Sono realmente le Doule il
nostro problema?
Vale la pena spendere tutte queste
energie e questa rabbia nei confronti di queste donne con le quali condividiamo
(o perlomeno dovremmo condividere) l’obiettivo primo della nostra professione?
Far stare bene le donne, le mamme, i bambini, le famiglie, le coppie?
Se invece dirigessimo altrimenti
tutta la forza e l’impegno, verso altre “battaglie”? Quelle che realmente
porterebbero a un miglioramento della nostra professione, delle nostre
condizioni lavorative e quindi al miglioramento dei servizi che offriamo?

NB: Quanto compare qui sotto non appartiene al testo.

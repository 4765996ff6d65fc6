"use client";

import { useCallback, useEffect, useState } from "react";
import { portalFetch, PortalFetchError, withOrg } from "../../_components/fetch";
import { OrgLink } from "../../_components/org-link";
import { buttonClass, Empty, fmtDate, FormError, Loading, Notice, PageHeader } from "../../_components/ui";
import { fmtNum, type ListedDataset } from "./types";
import { UploadForm } from "./upload-form";

export function DatasetsManager() {
  const [rows, setRows] = useState<ListedDataset[] | null>(null);
  const [canUpload, setCanUpload] = useState(false);
  const [loadError, setLoadError] = useState<string | null>(null);
  const [uploading, setUploading] = useState(false);
  const [flash, setFlash] = useState<{ id: string; text: string } | null>(null);

  const load = useCallback(() => {
    portalFetch<{ datasets: ListedDataset[]; canUpload: boolean }>("/api/portal/datasets")
      .then((r) => {
        setRows(r.datasets);
        setCanUpload(r.canUpload);
        setLoadError(null);
      })
      .catch((e: PortalFetchError) => setLoadError(e.problem?.error ?? "The datasets could not be loaded."));
  }, []);
  useEffect(load, [load]);

  return (
    <div className="space-y-6">
      <PageHeader
        title="Datasets"
        lead={
          <>
            Observed samples and loss tables of your organisation. A model uses one as <code className="font-mono text-sm">{'{ "dataset": "<id>", "version": n }'}</code>; its law is the
            empirical law of the data.
          </>
        }
        actions={
          canUpload && !uploading ? (
            <button type="button" className={buttonClass} onClick={() => (setUploading(true), setFlash(null))}>
              Upload a dataset
            </button>
          ) : null
        }
      />
      {flash ? (
        <Notice tone="success">
          {flash.text}{" "}
          <OrgLink href={`/datasets/${flash.id}`} className="font-semibold underline">
            Open it
          </OrgLink>
        </Notice>
      ) : null}
      {uploading ? (
        <UploadForm
          onCancel={() => setUploading(false)}
          onDone={(r) => {
            setUploading(false);
            setFlash({ id: r.dataset.id, text: `“${r.dataset.name}” stored: ${r.version.rows.toLocaleString("en-GB")} values${r.version.skippedRows ? `, ${r.version.skippedRows} rows skipped` : ""}. Its id is ${r.dataset.id}.` });
            load();
          }}
        />
      ) : null}
      {loadError ? <FormError message={loadError} /> : null}
      {rows === null && !loadError ? <Loading label="Loading datasets…" /> : null}
      {rows && rows.length === 0 ? (
        <Empty title="No datasets yet">{canUpload ? "Upload a CSV, a TSV or a plain list of numbers to start." : "Developers and admins can upload datasets."}</Empty>
      ) : null}
      {rows && rows.length > 0 ? (
        <div className="overflow-x-auto rounded-xl border border-paper-line bg-white">
          <table className="w-full text-sm">
            <thead className="bg-paper-warm text-left text-xs uppercase tracking-wide text-ink-soft">
              <tr>
                <th className="px-4 py-2">Name</th>
                <th className="px-4 py-2">Id</th>
                <th className="px-4 py-2 text-right">Version</th>
                <th className="px-4 py-2 text-right">n</th>
                <th className="px-4 py-2 text-right">Mean</th>
                <th className="px-4 py-2 text-right">SD</th>
                <th className="px-4 py-2">Updated</th>
              </tr>
            </thead>
            <tbody>
              {rows.map((d) => (
                <tr key={d.id} className="border-t border-paper-line">
                  <td className="min-w-[12rem] px-4 py-2">
                    <OrgLink href={`/datasets/${d.id}`} className="font-semibold text-fold-600 hover:underline">
                      {d.name}
                    </OrgLink>
                    {d.description ? <p className="text-xs text-ink-faint">{d.description}</p> : null}
                  </td>
                  <td className="px-4 py-2 font-mono text-xs">{d.id}</td>
                  <td className="px-4 py-2 text-right tabular-nums">{d.latestVersion}</td>
                  <td className="px-4 py-2 text-right tabular-nums">{fmtNum(d.latest?.summary.n)}</td>
                  <td className="px-4 py-2 text-right tabular-nums">{fmtNum(d.latest?.summary.mean)}</td>
                  <td className="px-4 py-2 text-right tabular-nums">{fmtNum(d.latest?.summary.sd)}</td>
                  <td className="px-4 py-2 text-ink-soft">{fmtDate(d.updatedAt)}</td>
                </tr>
              ))}
            </tbody>
          </table>
        </div>
      ) : null}
    </div>
  );
}
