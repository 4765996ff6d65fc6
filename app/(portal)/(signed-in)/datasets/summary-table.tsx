"use client";

import type { VersionJson } from "./types";
import { fmtNum } from "./types";

export function SummaryTable({ v }: { v: VersionJson }) {
  const s = v.summary;
  const rows: [string, string, string?][] = [
    ["n", fmtNum(s.n), s.weightKind === "counts" ? `sum of counts over ${fmtNum(s.rows)} rows` : s.weightKind === "weights" ? `sum of weights over ${fmtNum(s.rows)} rows` : undefined],
    ["Mean", fmtNum(s.mean)],
    ["Standard deviation", fmtNum(s.sd), s.sdDivisor === "n-1" ? "of the sample (divisor n − 1)" : "of the weighted law (the one a model uses)"],
    // A model { "dataset": … } is the empirical law of the values, whose variance divides by n, not n − 1.
    ...(s.sdDivisor === "n-1" && s.sd !== null && s.n >= 2
      ? ([["Sd of the empirical law", fmtNum(s.sd * Math.sqrt((s.n - 1) / s.n)), "divisor n: what a model built on this dataset has"]] as [string, string, string][])
      : []),
    ["Minimum", fmtNum(s.min)],
    ["Lower quartile", fmtNum(s.q1), s.quartileRule === "type 7" ? "linear interpolation (type 7)" : "inverse of the weighted CDF"],
    ["Median", fmtNum(s.median)],
    ["Upper quartile", fmtNum(s.q3)],
    ["Maximum", fmtNum(s.max)],
    ["Skewness", fmtNum(s.skewness), "g1 = m3 / m2^1.5"],
    ["Excess kurtosis", fmtNum(s.kurtosis), "g2 = m4 / m2² − 3"],
  ];
  return (
    <table className="w-full text-sm">
      <caption className="sr-only">Summary statistics of version {v.version}</caption>
      <tbody>
        {rows.map(([k, val, note]) => (
          <tr key={k} className="border-b border-paper-line last:border-0">
            <th scope="row" className="py-1.5 pr-4 text-left font-semibold text-ink-soft">
              {k}
            </th>
            <td className="py-1.5 pr-4 text-right font-mono tabular-nums" data-stat={k}>
              {val}
            </td>
            <td className="py-1.5 text-xs text-ink-faint">{note ?? ""}</td>
          </tr>
        ))}
      </tbody>
    </table>
  );
}
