import type { DatasetJson, VersionJson } from "@/lib/datasets/present";

export type ListedDataset = DatasetJson & { ownedByYou: boolean; latest: VersionJson | null };
export type DatasetView = DatasetJson & { ownedByYou: boolean; canChange: boolean };
export type { DatasetJson, VersionJson };

/** 1234567.891 -> "1,234,568" or "0.001235": four significant digits for a summary table. */
export function fmtNum(v: number | null | undefined): string {
  if (v === null || v === undefined || !Number.isFinite(v)) return "—";
  const a = Math.abs(v);
  if (a !== 0 && (a >= 1e9 || a < 1e-4)) return v.toExponential(3);
  return v.toLocaleString("en-GB", { maximumSignificantDigits: a >= 1000 ? 7 : 4 });
}

export const fmtBytes = (n: number) => (n < 1024 ? `${n} B` : n < 1048576 ? `${(n / 1024).toFixed(1)} KiB` : `${(n / 1048576).toFixed(1)} MiB`);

Non credete che ci guadagneremmo
sotto molti aspetti?
Se invece le Doule diventassero
delle preziose alleate?
Vi lasciamo con altri tre piccoli
spunti di riflessione:
1-Se le ostetriche entrassero a far
parte delle formatrici ai corsi per diventare doule, non credete che ci sarebbe
maggior controllo su quelli che sono i loro percorsi formativi, su ciò per cui
vengono formate, su quale livello di approfondimento di materie ostetriche
viene loro offerto?
Si lavorerebbe davvero insieme,
anziché contro, e le donne sarebbero davvero le reali utilizzatrici di servizi
professionali positivi per tutti coloro che entrerebbero in questo rapporto.
2-Se le Doule venissero
riconosciute come figure che stanno accanto alla madre, non credete che
verrebbero sottoposte a maggior controllo? Non sarebbe più semplice e
immediato, nonché più chiaro, individuare coloro le quali “sforano” oltre le
loro competenze?
3-Come credete che venga vista
dalle donne, dalle madri, questa battaglia nei confronti di persone che stanno
loro vicine, che le ascoltano, che le accompagnano quando non sanno più a chi
rivolgersi, che preparano loro un pasto caldo per la famiglia mentre loro
allattano il piccolino? Chi ci guadagna agli occhi delle madri in questa
battaglia?
Se davvero si desidera il bene
della donna e la sua reale Salute (fisica, mentale ed emotiva) tale da andare a
far parte attivamente di quelle donne che sono parte attiva della società
civile, allora dobbiamo raccoglierci, riflettere e sotterrare qualunque arma:
vinceranno l’affetto, la forza, il sostegno reciproco e il rispetto. Purtroppo
adesso stiamo solo dimostrando un concetto a noi chiaro da tempo: le donne
insieme non portano avanti nessun progetto, sono incapaci di empatia reciproca
e perdono tempo a definire quale parte del territorio è loro. Un po’ come le
galline. Ma l’unica cosa buona che una gallina fa è l’uovo.